What you are asked to do: Using the data that follows, return exactly the lines from the one that contains "returned as errors." through the one that contains "blocks × treatments", ends included.

Given records:
■ ■ ■ ■
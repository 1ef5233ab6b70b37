// Package rank provides the rank tests a statistical analysis plan may fall
// back to, and Welch's heteroscedastic one-way ANOVA.
//
// All functions take plain slices, never modify them, and return a result
// struct with the statistic, its degrees of freedom where relevant, the
// p-value and the number of observations used. Tied values get mid-ranks.
// Data problems (too few observations, empty groups, all values tied, NaN)
// are returned as errors.
//
// # Tests
//
//   - KruskalWallis: Kruskal & Wallis (1952, JASA 47:583), H divided by the
//     tie correction 1 - Σ(t³-t)/(N³-N), referred to χ²(k-1).
//   - Friedman: Friedman (1937, JASA 32:675) for a blocks × treatments
//     table, with the within-block tie correction, referred to χ²(k-1).
//   - SignedRank: Wilcoxon (1945, Biometrics Bull 1:80) signed-rank test of
//     a location shift; zero differences are dropped (Wilcoxon's method).
//   - RankSum: Wilcoxon (1945) / Mann & Whitney (1947, Ann Math Stat
//     18:50) two-sample test, reported as the Mann-Whitney U of the first
//     sample.
//   - VanElteren: van Elteren (1960, Bull Int Stat Inst 37:351) stratified
//     rank-sum test of two treatments within strata (sites), each stratum's
//     rank sum weighted by 1/(N_s+1).
//   - VanElterenK: the k-treatment extension, the mean-score statistic of
//     Landis, Heyman & Koch (1978, Int Stat Rev 46:237) with van Elteren's
//     weights: Q = Dᵀ V⁻¹ D on the first k-1 weighted rank-sum deviations,
//     referred to χ²(k-1). For k = 2 it equals the square of VanElteren's Z.
//   - Welch: Welch (1951, Biometrika 38:330) one-way ANOVA for unequal
//     variances, F referred to F(k-1, ν) with ν non-integer.
//
// # Estimates and intervals
//
//   - HLShift: Hodges & Lehmann (1963, Ann Math Stat 34:598) two-sample
//     shift, the median of the differences x_i - y_j, with the interval of
//     Moses (1953; Bauer 1972, JASA 67:687) from inverting RankSum.
//   - HLLocation: the one-sample estimate, the median of the Walsh averages,
//     with the Tukey/Wilcoxon interval from inverting SignedRank.
//   - HLStratified: a common shift within strata from inverting
//     VanElteren's statistic (van Elteren 1960; Hodges & Lehmann 1963).
//
// The bounds are exact order statistics when the test's exact distribution
// applies (same rule as the test at o.Mu), else from the normal
// approximation with the tie-corrected variance and, for HLShift and
// HLLocation unless NoContinuity, a continuity correction of 1/2
// (HLStratified uses none). Order statistics of the m·n differences and of
// the Walsh averages are found by bisection over the float64 ordering with
// a linear count, without forming them. Checked against R 4.2.2
// wilcox.test(conf.int = TRUE) (testdata/ref_hl.R).
//
// # Exact and approximate p-values
//
// SignedRank and RankSum use the exact permutation distribution when the
// method is MethodAuto and there are no ties, no zero differences, and
// n <= ExactMaxN (50) for the signed-rank test or both samples <= ExactMaxN
// for the rank-sum test; otherwise the normal approximation with the tie
// correction to the variance and, unless NoContinuity is set, a continuity
// correction of 1/2 towards the mean. MethodExact forces the exact
// distribution (an error with ties or zeros; allowed up to n = 1000 for the
// signed-rank test and m·n <= 250000 for the rank-sum test); MethodNormal
// forces the approximation. Two-sided exact p-values are twice the smaller
// tail, capped at 1.
//
// The distributions are computed by the recursions
//
//	signed rank:  P_k(v) = [P_{k-1}(v) + P_{k-1}(v-k)] / 2
//	rank sum:     c(u; m, n) = c(u-n; m-1, n) + c(u; m, n-1)
//
// (Mann & Whitney 1947, eq. 2.2).
package rank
■ ■ ■ ■
Output for this task:
// are returned as errors.
//
// # Tests
//
//   - KruskalWallis: Kruskal & Wallis (1952, JASA 47:583), H divided by the
//     tie correction 1 - Σ(t³-t)/(N³-N), referred to χ²(k-1).
//   - Friedman: Friedman (1937, JASA 32:675) for a blocks × treatments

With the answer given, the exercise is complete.